[Data records]

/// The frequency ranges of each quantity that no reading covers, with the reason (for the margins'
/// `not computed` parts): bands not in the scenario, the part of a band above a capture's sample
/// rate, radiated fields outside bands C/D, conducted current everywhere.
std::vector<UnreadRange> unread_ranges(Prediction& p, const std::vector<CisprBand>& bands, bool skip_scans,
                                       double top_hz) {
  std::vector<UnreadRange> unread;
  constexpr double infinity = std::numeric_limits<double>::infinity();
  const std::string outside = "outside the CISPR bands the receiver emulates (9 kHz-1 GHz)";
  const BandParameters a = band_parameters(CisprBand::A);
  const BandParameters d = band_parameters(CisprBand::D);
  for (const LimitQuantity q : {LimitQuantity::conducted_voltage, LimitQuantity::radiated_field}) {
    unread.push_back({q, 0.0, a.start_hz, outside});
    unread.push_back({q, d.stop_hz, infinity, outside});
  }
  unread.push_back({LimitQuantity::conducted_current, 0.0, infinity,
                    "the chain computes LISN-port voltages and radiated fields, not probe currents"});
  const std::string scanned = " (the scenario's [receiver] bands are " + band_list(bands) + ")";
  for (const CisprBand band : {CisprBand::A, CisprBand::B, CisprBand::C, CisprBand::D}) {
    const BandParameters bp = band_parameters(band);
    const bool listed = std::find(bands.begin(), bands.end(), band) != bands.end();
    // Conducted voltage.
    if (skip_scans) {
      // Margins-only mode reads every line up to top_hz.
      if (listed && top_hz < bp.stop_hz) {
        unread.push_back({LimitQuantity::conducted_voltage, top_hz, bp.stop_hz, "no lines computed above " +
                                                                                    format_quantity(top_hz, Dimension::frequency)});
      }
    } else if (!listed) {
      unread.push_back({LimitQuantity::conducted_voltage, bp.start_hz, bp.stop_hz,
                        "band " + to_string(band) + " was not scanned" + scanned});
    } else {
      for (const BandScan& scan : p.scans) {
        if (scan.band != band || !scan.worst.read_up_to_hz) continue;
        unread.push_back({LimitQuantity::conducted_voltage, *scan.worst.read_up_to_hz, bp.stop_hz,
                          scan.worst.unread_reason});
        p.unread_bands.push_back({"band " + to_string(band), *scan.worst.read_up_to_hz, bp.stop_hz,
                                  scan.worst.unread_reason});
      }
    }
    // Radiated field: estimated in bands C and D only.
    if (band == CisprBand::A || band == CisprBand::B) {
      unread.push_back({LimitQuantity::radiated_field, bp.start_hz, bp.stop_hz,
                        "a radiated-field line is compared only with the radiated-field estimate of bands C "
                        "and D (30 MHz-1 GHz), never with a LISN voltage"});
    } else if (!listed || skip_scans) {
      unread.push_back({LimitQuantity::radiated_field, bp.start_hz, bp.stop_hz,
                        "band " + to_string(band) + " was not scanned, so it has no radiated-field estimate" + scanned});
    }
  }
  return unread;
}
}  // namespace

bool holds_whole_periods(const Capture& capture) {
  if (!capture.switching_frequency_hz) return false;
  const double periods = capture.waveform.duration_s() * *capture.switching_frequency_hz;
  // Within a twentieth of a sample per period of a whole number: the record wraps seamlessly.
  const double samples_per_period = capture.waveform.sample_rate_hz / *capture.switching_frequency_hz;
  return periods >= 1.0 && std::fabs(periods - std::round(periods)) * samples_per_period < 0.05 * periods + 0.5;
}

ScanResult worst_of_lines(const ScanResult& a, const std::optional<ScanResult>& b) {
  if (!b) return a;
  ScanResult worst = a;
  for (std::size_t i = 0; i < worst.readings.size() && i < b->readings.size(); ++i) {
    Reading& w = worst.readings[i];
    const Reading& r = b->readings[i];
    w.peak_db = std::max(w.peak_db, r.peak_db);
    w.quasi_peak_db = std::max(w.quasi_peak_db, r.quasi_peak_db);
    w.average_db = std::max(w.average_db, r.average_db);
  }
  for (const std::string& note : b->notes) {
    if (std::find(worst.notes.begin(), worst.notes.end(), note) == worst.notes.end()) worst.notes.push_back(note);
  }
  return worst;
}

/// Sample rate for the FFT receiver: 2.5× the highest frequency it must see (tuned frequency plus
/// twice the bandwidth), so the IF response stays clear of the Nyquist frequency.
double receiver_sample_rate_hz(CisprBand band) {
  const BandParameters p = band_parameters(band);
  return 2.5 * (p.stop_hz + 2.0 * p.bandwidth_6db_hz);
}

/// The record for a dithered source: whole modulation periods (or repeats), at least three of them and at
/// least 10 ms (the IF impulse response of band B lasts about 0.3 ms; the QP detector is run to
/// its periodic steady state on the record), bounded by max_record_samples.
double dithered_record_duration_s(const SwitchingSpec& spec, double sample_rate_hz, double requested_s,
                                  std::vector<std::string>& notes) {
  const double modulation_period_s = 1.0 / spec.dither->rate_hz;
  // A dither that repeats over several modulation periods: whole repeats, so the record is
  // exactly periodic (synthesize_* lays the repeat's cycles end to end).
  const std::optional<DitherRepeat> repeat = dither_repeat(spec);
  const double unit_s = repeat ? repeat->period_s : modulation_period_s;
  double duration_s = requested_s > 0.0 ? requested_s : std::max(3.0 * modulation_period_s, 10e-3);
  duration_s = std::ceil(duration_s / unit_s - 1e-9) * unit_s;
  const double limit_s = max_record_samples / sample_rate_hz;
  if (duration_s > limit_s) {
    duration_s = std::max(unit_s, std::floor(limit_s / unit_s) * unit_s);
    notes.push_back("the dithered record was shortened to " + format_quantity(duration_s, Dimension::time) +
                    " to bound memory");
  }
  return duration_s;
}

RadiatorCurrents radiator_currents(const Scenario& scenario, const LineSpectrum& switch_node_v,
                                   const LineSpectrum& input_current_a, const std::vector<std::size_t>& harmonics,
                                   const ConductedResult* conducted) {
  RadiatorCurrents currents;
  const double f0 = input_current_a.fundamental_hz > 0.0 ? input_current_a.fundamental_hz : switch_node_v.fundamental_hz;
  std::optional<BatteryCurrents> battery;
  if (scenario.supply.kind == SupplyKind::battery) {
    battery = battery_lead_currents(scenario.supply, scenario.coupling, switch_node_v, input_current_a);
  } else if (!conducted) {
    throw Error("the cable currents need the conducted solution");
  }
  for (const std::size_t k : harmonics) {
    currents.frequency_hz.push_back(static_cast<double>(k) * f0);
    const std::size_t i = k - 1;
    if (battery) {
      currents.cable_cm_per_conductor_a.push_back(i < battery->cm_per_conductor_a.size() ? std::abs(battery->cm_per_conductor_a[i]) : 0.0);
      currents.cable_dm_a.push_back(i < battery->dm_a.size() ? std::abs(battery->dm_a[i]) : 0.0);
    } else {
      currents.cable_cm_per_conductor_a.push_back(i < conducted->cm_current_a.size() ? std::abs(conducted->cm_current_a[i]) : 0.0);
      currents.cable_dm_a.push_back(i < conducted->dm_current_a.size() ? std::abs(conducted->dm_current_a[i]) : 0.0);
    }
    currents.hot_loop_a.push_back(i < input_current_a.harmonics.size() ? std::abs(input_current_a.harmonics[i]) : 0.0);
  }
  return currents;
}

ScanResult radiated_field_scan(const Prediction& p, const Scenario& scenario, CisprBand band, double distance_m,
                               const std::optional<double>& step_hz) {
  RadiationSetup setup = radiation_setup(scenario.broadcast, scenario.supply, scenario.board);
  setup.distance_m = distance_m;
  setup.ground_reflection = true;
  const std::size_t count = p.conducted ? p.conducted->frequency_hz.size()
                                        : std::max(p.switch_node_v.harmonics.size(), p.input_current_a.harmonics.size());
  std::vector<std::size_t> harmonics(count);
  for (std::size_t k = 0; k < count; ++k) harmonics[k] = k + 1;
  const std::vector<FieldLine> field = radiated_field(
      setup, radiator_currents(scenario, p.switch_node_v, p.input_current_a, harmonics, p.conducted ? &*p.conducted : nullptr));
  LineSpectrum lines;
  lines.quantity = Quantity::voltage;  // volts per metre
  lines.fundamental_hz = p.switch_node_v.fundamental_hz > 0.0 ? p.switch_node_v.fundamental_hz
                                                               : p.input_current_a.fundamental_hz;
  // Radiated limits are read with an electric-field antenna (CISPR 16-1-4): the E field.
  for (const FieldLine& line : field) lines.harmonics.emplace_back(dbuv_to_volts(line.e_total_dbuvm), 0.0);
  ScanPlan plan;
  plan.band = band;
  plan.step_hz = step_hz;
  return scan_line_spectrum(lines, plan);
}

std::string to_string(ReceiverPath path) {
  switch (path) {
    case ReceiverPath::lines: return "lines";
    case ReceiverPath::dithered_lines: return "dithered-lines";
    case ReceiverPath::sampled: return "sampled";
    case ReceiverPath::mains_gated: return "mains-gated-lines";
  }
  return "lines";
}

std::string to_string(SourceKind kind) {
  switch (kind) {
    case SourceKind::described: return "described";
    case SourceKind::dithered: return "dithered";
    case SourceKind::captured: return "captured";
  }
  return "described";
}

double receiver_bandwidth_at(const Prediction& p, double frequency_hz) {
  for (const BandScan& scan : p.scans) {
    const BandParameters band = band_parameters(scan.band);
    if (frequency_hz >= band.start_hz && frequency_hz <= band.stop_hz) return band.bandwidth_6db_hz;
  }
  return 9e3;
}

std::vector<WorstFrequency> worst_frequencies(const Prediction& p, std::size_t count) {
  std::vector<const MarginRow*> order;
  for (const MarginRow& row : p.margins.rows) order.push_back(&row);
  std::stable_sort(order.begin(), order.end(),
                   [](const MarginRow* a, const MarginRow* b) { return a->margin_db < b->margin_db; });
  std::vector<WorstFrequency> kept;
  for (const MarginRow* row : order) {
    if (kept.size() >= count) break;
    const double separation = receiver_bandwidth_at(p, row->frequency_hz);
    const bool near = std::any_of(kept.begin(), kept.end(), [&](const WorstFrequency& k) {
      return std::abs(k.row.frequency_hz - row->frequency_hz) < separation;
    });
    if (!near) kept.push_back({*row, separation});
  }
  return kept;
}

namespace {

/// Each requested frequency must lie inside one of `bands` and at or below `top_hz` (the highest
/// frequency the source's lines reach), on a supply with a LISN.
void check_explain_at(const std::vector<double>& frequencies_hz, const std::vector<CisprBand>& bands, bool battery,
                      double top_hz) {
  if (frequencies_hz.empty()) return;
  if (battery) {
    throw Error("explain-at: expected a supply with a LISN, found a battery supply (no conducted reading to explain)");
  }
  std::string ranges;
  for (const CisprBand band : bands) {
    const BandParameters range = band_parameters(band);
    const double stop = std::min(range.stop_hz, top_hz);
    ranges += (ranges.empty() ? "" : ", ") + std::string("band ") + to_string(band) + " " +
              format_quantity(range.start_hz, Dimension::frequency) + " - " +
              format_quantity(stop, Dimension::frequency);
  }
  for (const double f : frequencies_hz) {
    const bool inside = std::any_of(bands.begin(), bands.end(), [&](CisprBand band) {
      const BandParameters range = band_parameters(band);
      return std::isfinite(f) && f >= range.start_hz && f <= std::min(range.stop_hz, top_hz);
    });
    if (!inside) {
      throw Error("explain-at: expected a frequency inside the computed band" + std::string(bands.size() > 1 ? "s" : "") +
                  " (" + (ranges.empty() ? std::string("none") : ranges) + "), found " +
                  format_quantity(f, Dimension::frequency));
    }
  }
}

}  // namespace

[/Data records]
[Data records]

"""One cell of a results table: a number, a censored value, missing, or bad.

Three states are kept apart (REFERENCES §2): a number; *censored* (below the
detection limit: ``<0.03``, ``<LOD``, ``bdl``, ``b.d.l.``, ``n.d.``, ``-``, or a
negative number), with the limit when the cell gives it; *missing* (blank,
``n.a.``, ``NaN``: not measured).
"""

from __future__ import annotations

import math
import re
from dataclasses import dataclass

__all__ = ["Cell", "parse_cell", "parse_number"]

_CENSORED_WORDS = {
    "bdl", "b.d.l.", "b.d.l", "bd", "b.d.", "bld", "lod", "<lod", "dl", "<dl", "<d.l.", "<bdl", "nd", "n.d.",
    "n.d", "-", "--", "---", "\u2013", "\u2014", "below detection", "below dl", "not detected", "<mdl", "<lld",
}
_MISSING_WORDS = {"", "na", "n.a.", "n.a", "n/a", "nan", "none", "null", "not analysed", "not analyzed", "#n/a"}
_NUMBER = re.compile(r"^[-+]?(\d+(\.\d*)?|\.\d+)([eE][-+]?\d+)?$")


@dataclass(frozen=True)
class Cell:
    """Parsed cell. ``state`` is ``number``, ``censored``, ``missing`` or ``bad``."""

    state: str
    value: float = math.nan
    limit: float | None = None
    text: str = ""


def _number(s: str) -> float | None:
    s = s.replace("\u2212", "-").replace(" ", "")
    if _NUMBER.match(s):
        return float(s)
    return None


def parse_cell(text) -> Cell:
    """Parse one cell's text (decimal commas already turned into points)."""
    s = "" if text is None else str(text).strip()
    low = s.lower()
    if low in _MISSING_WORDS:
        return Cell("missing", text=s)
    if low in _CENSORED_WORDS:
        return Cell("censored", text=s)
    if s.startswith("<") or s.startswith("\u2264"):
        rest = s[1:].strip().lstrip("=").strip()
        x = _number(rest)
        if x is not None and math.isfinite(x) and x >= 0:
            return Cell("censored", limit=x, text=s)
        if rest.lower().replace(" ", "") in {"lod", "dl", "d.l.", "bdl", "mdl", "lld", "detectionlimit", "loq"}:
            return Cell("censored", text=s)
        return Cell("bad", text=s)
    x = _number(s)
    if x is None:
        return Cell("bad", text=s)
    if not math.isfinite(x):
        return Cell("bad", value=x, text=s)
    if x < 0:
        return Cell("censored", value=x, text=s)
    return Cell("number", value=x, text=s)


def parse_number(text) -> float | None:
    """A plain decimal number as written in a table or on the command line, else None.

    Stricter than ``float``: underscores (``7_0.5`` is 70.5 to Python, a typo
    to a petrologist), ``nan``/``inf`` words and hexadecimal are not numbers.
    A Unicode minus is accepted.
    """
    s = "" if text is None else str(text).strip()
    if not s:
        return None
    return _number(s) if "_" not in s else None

[/Data records]
[Data records]

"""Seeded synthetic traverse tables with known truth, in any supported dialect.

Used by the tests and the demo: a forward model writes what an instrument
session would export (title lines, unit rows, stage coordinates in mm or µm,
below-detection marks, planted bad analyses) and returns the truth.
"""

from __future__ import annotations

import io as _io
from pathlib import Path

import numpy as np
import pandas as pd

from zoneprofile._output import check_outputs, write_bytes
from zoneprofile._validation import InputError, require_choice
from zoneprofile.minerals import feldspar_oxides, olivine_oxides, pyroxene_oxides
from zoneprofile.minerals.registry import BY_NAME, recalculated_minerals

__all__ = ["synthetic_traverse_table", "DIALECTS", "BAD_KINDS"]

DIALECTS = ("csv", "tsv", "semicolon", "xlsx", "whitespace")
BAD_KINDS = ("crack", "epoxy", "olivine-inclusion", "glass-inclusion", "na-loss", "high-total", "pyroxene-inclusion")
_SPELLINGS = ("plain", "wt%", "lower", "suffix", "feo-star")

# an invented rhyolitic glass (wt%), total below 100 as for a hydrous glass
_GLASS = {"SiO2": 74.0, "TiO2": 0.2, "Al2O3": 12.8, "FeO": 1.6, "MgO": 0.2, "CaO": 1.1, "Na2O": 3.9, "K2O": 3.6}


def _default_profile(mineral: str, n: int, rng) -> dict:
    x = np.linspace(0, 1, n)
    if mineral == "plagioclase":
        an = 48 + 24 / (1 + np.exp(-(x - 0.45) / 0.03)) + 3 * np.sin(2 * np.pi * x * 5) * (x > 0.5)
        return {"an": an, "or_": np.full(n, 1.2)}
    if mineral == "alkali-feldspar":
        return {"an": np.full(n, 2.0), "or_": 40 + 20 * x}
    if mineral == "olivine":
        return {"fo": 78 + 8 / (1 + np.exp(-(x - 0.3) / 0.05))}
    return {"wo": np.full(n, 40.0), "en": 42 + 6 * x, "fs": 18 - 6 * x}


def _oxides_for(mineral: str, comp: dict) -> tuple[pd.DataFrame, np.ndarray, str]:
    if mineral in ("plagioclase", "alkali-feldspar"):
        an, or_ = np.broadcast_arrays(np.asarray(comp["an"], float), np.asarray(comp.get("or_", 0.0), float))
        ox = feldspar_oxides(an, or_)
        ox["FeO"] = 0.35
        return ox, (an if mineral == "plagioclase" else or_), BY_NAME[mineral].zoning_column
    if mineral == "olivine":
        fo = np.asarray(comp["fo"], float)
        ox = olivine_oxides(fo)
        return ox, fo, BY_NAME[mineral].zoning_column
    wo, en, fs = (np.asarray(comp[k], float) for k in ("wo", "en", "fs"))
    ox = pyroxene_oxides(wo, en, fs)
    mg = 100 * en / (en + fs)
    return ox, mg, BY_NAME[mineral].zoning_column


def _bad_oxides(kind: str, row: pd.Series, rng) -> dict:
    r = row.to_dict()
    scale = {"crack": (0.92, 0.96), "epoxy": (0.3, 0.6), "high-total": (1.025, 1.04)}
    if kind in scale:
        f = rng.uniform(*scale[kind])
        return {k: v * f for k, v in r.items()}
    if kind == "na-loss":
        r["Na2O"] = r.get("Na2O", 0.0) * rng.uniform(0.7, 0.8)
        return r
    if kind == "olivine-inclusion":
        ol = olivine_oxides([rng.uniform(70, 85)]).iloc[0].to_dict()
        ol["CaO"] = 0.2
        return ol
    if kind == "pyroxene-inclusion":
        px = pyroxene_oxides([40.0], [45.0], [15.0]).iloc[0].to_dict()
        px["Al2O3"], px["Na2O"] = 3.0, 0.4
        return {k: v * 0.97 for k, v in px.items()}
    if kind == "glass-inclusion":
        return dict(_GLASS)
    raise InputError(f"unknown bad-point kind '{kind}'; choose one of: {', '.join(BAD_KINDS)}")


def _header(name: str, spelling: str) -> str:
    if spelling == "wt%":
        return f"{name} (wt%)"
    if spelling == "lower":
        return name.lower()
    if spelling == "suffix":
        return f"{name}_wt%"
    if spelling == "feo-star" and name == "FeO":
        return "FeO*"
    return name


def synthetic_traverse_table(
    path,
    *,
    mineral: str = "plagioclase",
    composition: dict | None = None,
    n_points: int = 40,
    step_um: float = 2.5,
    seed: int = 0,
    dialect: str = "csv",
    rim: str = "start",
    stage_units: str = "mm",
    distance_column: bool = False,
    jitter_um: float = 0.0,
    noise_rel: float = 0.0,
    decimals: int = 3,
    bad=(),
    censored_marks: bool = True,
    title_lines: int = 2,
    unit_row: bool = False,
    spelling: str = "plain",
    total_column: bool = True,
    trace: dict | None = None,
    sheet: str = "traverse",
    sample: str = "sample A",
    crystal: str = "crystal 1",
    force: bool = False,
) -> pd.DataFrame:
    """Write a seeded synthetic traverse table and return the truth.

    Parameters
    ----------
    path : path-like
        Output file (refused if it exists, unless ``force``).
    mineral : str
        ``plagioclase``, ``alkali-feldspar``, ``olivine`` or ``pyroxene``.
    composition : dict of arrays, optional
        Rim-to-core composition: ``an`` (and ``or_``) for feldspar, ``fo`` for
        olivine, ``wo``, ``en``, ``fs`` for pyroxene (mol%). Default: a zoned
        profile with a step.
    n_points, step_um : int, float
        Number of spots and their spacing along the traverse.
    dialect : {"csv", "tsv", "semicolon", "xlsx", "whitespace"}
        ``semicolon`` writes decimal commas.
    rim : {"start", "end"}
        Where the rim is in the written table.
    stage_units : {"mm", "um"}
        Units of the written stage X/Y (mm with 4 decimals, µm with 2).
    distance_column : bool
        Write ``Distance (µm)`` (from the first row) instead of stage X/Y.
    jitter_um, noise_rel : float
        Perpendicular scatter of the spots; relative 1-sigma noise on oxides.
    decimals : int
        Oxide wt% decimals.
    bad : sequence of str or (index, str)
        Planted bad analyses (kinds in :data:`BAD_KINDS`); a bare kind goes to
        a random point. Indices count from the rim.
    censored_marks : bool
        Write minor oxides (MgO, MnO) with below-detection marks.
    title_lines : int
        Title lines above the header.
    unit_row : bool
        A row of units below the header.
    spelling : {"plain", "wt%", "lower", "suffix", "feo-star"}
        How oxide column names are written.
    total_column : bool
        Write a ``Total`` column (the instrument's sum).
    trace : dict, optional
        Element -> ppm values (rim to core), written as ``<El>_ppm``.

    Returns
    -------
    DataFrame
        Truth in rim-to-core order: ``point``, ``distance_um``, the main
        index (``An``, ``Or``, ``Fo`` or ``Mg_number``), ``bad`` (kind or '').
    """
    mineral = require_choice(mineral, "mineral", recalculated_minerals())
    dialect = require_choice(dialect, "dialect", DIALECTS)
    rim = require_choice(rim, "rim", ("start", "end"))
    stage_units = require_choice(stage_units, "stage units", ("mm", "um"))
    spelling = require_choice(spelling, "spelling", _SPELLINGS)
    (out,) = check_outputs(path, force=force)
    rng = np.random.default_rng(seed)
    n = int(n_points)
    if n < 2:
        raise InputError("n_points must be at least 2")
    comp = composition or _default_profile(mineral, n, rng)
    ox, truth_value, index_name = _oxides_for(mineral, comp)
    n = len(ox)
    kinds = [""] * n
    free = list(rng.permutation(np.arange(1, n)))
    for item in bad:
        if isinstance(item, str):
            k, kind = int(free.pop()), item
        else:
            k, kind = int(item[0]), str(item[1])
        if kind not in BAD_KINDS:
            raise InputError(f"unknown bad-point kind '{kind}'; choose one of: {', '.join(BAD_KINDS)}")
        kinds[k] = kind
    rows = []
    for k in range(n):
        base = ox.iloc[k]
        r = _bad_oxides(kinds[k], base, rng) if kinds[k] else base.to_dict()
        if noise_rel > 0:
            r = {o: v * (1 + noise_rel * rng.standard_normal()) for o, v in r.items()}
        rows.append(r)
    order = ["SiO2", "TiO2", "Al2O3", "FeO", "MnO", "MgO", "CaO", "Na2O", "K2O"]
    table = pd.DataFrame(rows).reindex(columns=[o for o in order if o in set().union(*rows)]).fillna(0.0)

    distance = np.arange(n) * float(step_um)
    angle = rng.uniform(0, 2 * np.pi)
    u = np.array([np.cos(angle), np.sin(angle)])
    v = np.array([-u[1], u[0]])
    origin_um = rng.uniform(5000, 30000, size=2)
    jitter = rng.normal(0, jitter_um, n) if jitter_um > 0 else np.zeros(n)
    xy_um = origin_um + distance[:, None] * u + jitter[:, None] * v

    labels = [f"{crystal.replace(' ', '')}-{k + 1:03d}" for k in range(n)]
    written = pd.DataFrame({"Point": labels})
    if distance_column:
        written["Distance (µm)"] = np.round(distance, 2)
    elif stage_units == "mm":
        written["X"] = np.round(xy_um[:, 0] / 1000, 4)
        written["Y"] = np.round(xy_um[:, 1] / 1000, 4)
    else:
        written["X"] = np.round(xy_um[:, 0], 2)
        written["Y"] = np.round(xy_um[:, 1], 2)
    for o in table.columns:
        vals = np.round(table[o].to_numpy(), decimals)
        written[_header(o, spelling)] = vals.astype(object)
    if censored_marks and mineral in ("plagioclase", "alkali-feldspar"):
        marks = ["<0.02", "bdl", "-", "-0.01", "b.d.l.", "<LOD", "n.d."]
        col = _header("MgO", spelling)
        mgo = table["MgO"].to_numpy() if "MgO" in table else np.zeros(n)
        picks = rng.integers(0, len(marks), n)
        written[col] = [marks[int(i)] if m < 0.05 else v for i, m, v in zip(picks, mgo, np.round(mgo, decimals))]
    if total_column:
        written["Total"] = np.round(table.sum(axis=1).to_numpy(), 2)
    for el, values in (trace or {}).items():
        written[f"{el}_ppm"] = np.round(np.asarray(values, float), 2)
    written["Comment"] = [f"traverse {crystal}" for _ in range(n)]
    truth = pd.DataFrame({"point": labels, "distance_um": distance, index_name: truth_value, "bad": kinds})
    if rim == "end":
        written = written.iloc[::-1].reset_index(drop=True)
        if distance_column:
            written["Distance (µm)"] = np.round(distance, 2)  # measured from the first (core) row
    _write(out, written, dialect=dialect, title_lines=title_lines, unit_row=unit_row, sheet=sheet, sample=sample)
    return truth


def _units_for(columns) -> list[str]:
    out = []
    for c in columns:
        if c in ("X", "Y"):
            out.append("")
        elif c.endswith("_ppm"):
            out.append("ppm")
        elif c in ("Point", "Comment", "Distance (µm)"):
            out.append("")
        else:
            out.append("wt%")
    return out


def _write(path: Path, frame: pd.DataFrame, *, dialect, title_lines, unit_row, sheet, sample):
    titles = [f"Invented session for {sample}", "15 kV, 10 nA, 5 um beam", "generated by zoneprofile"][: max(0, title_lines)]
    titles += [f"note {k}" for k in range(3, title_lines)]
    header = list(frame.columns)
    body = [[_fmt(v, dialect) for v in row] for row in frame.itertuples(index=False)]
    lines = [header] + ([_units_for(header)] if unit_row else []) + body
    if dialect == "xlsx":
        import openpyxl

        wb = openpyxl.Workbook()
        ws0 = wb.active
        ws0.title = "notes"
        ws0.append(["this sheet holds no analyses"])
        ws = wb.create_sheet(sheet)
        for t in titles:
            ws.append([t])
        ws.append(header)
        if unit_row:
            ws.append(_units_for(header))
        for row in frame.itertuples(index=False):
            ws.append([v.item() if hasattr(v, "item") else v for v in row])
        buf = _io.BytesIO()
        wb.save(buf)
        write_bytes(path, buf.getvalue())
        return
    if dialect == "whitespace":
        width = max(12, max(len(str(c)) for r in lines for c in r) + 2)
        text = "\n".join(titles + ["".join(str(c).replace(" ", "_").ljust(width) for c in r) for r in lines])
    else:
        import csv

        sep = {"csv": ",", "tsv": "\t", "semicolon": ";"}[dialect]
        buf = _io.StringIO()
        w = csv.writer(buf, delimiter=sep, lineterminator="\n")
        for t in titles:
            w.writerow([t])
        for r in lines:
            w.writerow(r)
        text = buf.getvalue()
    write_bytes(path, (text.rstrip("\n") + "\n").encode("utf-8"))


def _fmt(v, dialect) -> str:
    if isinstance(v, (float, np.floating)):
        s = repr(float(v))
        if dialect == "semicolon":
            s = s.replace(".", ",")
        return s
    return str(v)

[/Data records]

Given the data above, transcribe exactly the lines from the one containing "if (!capture.switching_frequency_hz) return" down to the one containing "const Reading& r = b->readings[i];", and no others.

Exercise solution =>
  if (!capture.switching_frequency_hz) return false;
  const double periods = capture.waveform.duration_s() * *capture.switching_frequency_hz;
  // Within a twentieth of a sample per period of a whole number: the record wraps seamlessly.
  const double samples_per_period = capture.waveform.sample_rate_hz / *capture.switching_frequency_hz;
  return periods >= 1.0 && std::fabs(periods - std::round(periods)) * samples_per_period < 0.05 * periods + 0.5;
}

ScanResult worst_of_lines(const ScanResult& a, const std::optional<ScanResult>& b) {
  if (!b) return a;
  ScanResult worst = a;
  for (std::size_t i = 0; i < worst.readings.size() && i < b->readings.size(); ++i) {
    Reading& w = worst.readings[i];
    const Reading& r = b->readings[i];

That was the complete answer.